Дот - читать онлайн книгу. Автор: Игорь Акимов cтр.№ 53

читать книги онлайн бесплатно
 
 

Онлайн книга - Дот | Автор книги - Игорь Акимов

Cтраница 53
читать онлайн книги бесплатно

Дело в том, что лейтенант был страстным коллекционером. Как сказал бы философ, он был человеком, который духовную нищету компенсирует искусственным интересом. Когда мы из конкретных предметов (обратите внимание: созданных другими) складываем некую целостность, — у нас возникает иллюзия творчества, жизнь наполняется смыслом (меркантильный интерес мы здесь не рассматриваем).

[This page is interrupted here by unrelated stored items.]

"""Modal figures checked against the second-order closed forms of circuit textbooks.

State matrices are written out in each test from Kirchhoff's laws, with states in
the circuit's order (capacitor voltages, then inductor currents).
"""
from __future__ import annotations

import doctest
import importlib

import numpy as np
import pytest
import scipy.signal
from hypothesis import given, settings
from hypothesis import strategies as st

from circuitode.errors import CircuitodeError
from circuitode.analysis.modes import (
    APERIODIC,
    CRITICALLY_DAMPED,
    GROWING_OSCILLATION,
    INTEGRATING,
    OVERDAMPED,
    UNDAMPED,
    UNDERDAMPED,
    ModeAnalysisError,
    analyse_modes,
    eigen_summary,
    mode_rows,
)

SERIES_NAMES = ("voltage across C1", "current through L1")

# The package exports a function named `measure` too; load the module itself.
measure = importlib.import_module("circuitode.analysis.measure")
modes_module = importlib.import_module("circuitode.analysis.modes")


def series_rlc(R: float, L: float, C: float) -> np.ndarray:
    """C dv/dt = i, L di/dt = −v − R i (series RLC, Nilsson & Riedel ch. 8)."""
    return np.array([[0.0, 1 / C], [-1 / L, -R / L]])


def parallel_rlc(R: float, L: float, C: float) -> np.ndarray:
    """C dv/dt = −v/R − i, L di/dt = v (parallel RLC, Nilsson & Riedel ch. 8)."""
    return np.array([[-1 / (R * C), -1 / C], [1 / L, 0.0]])


@pytest.mark.parametrize("R", [0.5, 4.7, 22.0])
def test_series_rlc_underdamped(R):
    # Nilsson & Riedel ch. 8; Alexander & Sadiku ch. 8: α = R/(2L), ω0 = 1/√(LC),
    # ζ = α/ω0 = (R/2)√(C/L), ωd = √(ω0² − α²).  Q = 1/(2ζ) = (1/R)√(L/C)
    # (Alexander & Sadiku, series resonance, ch. 14 from memory).  Time constant of the envelope 1/α.
    L, C = 2e-3, 10e-6
    (mode,) = analyse_modes(series_rlc(R, L, C), SERIES_NAMES)
    w0 = 1 / np.sqrt(L * C)
    alpha = R / (2 * L)
    assert mode.kind == UNDERDAMPED and mode.order == 2
    assert mode.natural_frequency == pytest.approx(w0, rel=1e-10)
    assert mode.natural_frequency_hz == pytest.approx(w0 / (2 * np.pi), rel=1e-10)
    assert mode.damping_ratio == pytest.approx(R / 2 * np.sqrt(C / L), rel=1e-10)
    assert mode.quality_factor == pytest.approx(np.sqrt(L / C) / R, rel=1e-10)
    assert mode.time_constant == pytest.approx(1 / alpha, rel=1e-10)
    assert mode.damped_frequency_hz == pytest.approx(np.sqrt(w0**2 - alpha**2) / (2 * np.pi), rel=1e-10)
    assert mode.eigenvalue.imag > 0 and mode.eigenvalues[1] == np.conj(mode.eigenvalue)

Потому коллекционирование очень приятно. Доступно каждому. И решает самую главную проблему: заполняет в душе (пусть и фиктивно) пустоту, с которой жить невозможно. Правда, есть и другие, более радикальные способы борьбы с пустотой души. Например — пьянство и наркота. Они выручают многих. Но ведь не в армии! Тем более — если в мечтах примеряешься к маршальским звездам. Успешные романы с барышнями неплохо служат самоутверждению, но пустоту ими не заполнишь. Вернее, пока роман пылает — за его пламенем не видишь пустоты, но едва он погас… какой смысл вспоминать пепел? Значит, даже памятью о нем не прикроешь пустоты в душе…

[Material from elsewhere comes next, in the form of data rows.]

// ReadSession reads a whole session in one transaction.
func (db *DB) ReadSession(sessionID uint64) (SessionData, error) {
	d := SessionData{Readings: map[uint64][]domain.Reading{}}
	err := db.bolt.View(func(tx *bbolt.Tx) error {
		var err error
		if d.Session, err = getSession(tx, sessionID); err != nil {
			return err
		}
		if d.Benches, err = listBenches(tx, sessionID); err != nil {
			return err
		}
		all, err := sessionReadings(tx, sessionID, 0)
		if err != nil {
			return err
		}
		for _, b := range d.Benches {
			d.Readings[b.ID] = all[b.ID]
		}
		d.Notes, err = listNotes(tx, sessionID)
		return err
	})
	if err != nil {
		return SessionData{}, fmt.Errorf("store: read session %d: %w", sessionID, err)
	}
	return d, nil
}

// Session returns one session.
func (db *DB) Session(id uint64) (domain.Session, error) {
	var s domain.Session
	err := db.bolt.View(func(tx *bbolt.Tx) error {
		var err error
		s, err = getSession(tx, id)
		return err
	})
	return s, err
}

// SessionByJoinCode returns the session a join code belongs to.
func (db *DB) SessionByJoinCode(code string) (domain.Session, error) {
	var s domain.Session
	err := db.bolt.View(func(tx *bbolt.Tx) error {
		raw := tx.Bucket(bucketJoinCodes).Get([]byte(code))
		if raw == nil {
			return fmt.Errorf("%w: join code", ErrNotFound)
		}
		id, err := decodeU64(raw)
		if err != nil {
			return err
		}
		s, err = getSession(tx, id)
		return err
	})
	return s, err
}

// Sessions returns every session, newest first.
func (db *DB) Sessions() ([]domain.Session, error) {
	var out []domain.Session
	err := db.bolt.View(func(tx *bbolt.Tx) error {
		c := tx.Bucket(bucketSessions).Cursor()
		for k, v := c.Last(); k != nil; k, v = c.Prev() {
			var r recordpb.Session
			if err := proto.Unmarshal(v, &r); err != nil {
				return fmt.Errorf("store: decode session: %w", err)
			}
			out = append(out, sessionFromRecord(&r))
		}
		return nil
	})
	return out, err
}

func getSession(tx *bbolt.Tx, id uint64) (domain.Session, error) {
	v := tx.Bucket(bucketSessions).Get(sessionKey(id))
	if v == nil {
		return domain.Session{}, fmt.Errorf("%w: session %d", ErrNotFound, id)
	}
	var r recordpb.Session
	if err := proto.Unmarshal(v, &r); err != nil {
		return domain.Session{}, fmt.Errorf("store: decode session %d: %w", id, err)
	}
	return sessionFromRecord(&r), nil
}

// PutBenches adds benches with ID 0 and updates those with an ID, in one
// transaction, with audit, when given, in the session's audit log. Labels
// stay unique within a session (ErrConflict). Benches not named are kept,
// and not written again. It returns all the session's benches afterwards.
func (db *DB) PutBenches(sessionID uint64, benches []domain.Bench, audit ...domain.Note) ([]domain.Bench, error) {
	var out []domain.Bench
	err := db.bolt.Update(func(tx *bbolt.Tx) error {
		if _, err := getSession(tx, sessionID); err != nil {
			return err
		}
		existing, err := listBenches(tx, sessionID)
		if err != nil {
			return err
		}
		byID := map[uint64]domain.Bench{}
		for _, b := range existing {
			byID[b.ID] = b
		}
		bk := tx.Bucket(bucketBenches)
		var added []uint64
		for _, b := range benches {
			if b.ID != 0 {
				if _, ok := byID[b.ID]; !ok {
					return fmt.Errorf("%w: bench %d in session %d", ErrNotFound, b.ID, sessionID)
				}
			} else {
				id, err := bk.NextSequence()
				if err != nil {
					return err
				}
				b.ID = id
				added = append(added, id)
			}
			byID[b.ID] = b
		}
		labels := map[string]uint64{}
		for _, b := range byID {
			if other, dup := labels[b.Label]; dup {
				return fmt.Errorf("%w: label %q used by benches %d and %d", ErrConflict, b.Label, other, b.ID)
			}
			labels[b.Label] = b.ID
		}
		for _, b := range benches {
			if b.ID == 0 {
				continue // given its id above, in byID
			}
			if err := putRecord(bk, benchKey(sessionID, b.ID), benchRecord(byID[b.ID])); err != nil {
				return err
			}
		}
		for _, id := range added {
			if err := putRecord(bk, benchKey(sessionID, id), benchRecord(byID[id])); err != nil {
				return err
			}
		}
		if err := appendEvents(tx, sessionID, audit); err != nil {
			return err
		}
		out, err = listBenches(tx, sessionID)
		return err
	})
	if err != nil {
		return nil, fmt.Errorf("store: put benches: %w", err)
	}
	return out, nil
}

// Benches returns a session's benches in id order.
func (db *DB) Benches(sessionID uint64) ([]domain.Bench, error) {
	var out []domain.Bench
	err := db.bolt.View(func(tx *bbolt.Tx) error {
		if _, err := getSession(tx, sessionID); err != nil {
			return err
		}
		var err error
		out, err = listBenches(tx, sessionID)
		return err
	})
	return out, err
}

func listBenches(tx *bbolt.Tx, sessionID uint64) ([]domain.Bench, error) {
	var out []domain.Bench
	prefix := sessionKey(sessionID)
	c := tx.Bucket(bucketBenches).Cursor()
	for k, v := c.Seek(prefix); k != nil && bytes.HasPrefix(k, prefix); k, v = c.Next() {
		if _, _, err := decodeBenchKey(k); err != nil {
			return nil, err
		}
		var r recordpb.Bench
		if err := proto.Unmarshal(v, &r); err != nil {
			return nil, fmt.Errorf("store: decode bench: %w", err)
		}
		out = append(out, benchFromRecord(&r))
	}
	return out, nil
}

func getBench(tx *bbolt.Tx, sessionID, benchID uint64) (domain.Bench, error) {
	v := tx.Bucket(bucketBenches).Get(benchKey(sessionID, benchID))
	if v == nil {
		return domain.Bench{}, fmt.Errorf("%w: bench %d in session %d", ErrNotFound, benchID, sessionID)
	}
	var r recordpb.Bench
	if err := proto.Unmarshal(v, &r); err != nil {
		return domain.Bench{}, fmt.Errorf("store: decode bench %d: %w", benchID, err)
	}
	return benchFromRecord(&r), nil
}

// Bench returns one bench.
func (db *DB) Bench(sessionID, benchID uint64) (domain.Bench, error) {
	var b domain.Bench
	err := db.bolt.View(func(tx *bbolt.Tx) error {
		var err error
		b, err = getBench(tx, sessionID, benchID)
		return err
	})
	return b, err
}

// BenchReadings returns one bench and all its readings in arrival order, read
// in one transaction so the two agree.
func (db *DB) BenchReadings(sessionID, benchID uint64) (domain.Bench, []domain.Reading, error) {
	var b domain.Bench
	var rs []domain.Reading
	err := db.bolt.View(func(tx *bbolt.Tx) error {
		var err error
		if b, err = getBench(tx, sessionID, benchID); err != nil {
			return err
		}
		rs, err = listReadings(tx, sessionID, benchID)
		return err
	})
	return b, rs, err
}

Лейтенант коллекционировал опасные бритвы.

Как выше было сказано, коллекционером он был страстным, поэтому, едва объявившись на позиции, первым делом пожелал узнать, где коробка с его коллекцией.

— Ваше лiчное оружие, шинель и смена белья в ротной линейке, товарыш лейтенант, — доложил Чапа.

Он не специально оставил в казарме коробку с бритвами. Забыл. Просто забыл. Да если б и не забыл, — чего ради он должен был ее прихватывать? Ну — подняли ночью по тревоге. Не впервой. Уж столько их было — этих ночных учебных марш-бросков; разве хоть раз заходила речь, чтобы забирать с собой все личные вещи? Это уж потом, когда копали траншею, прослышали, да и то не наверное, что война.

Чапа не видел за собой вины.

— Я тебя про коллекцию спросил. Про коллекцию. Внял?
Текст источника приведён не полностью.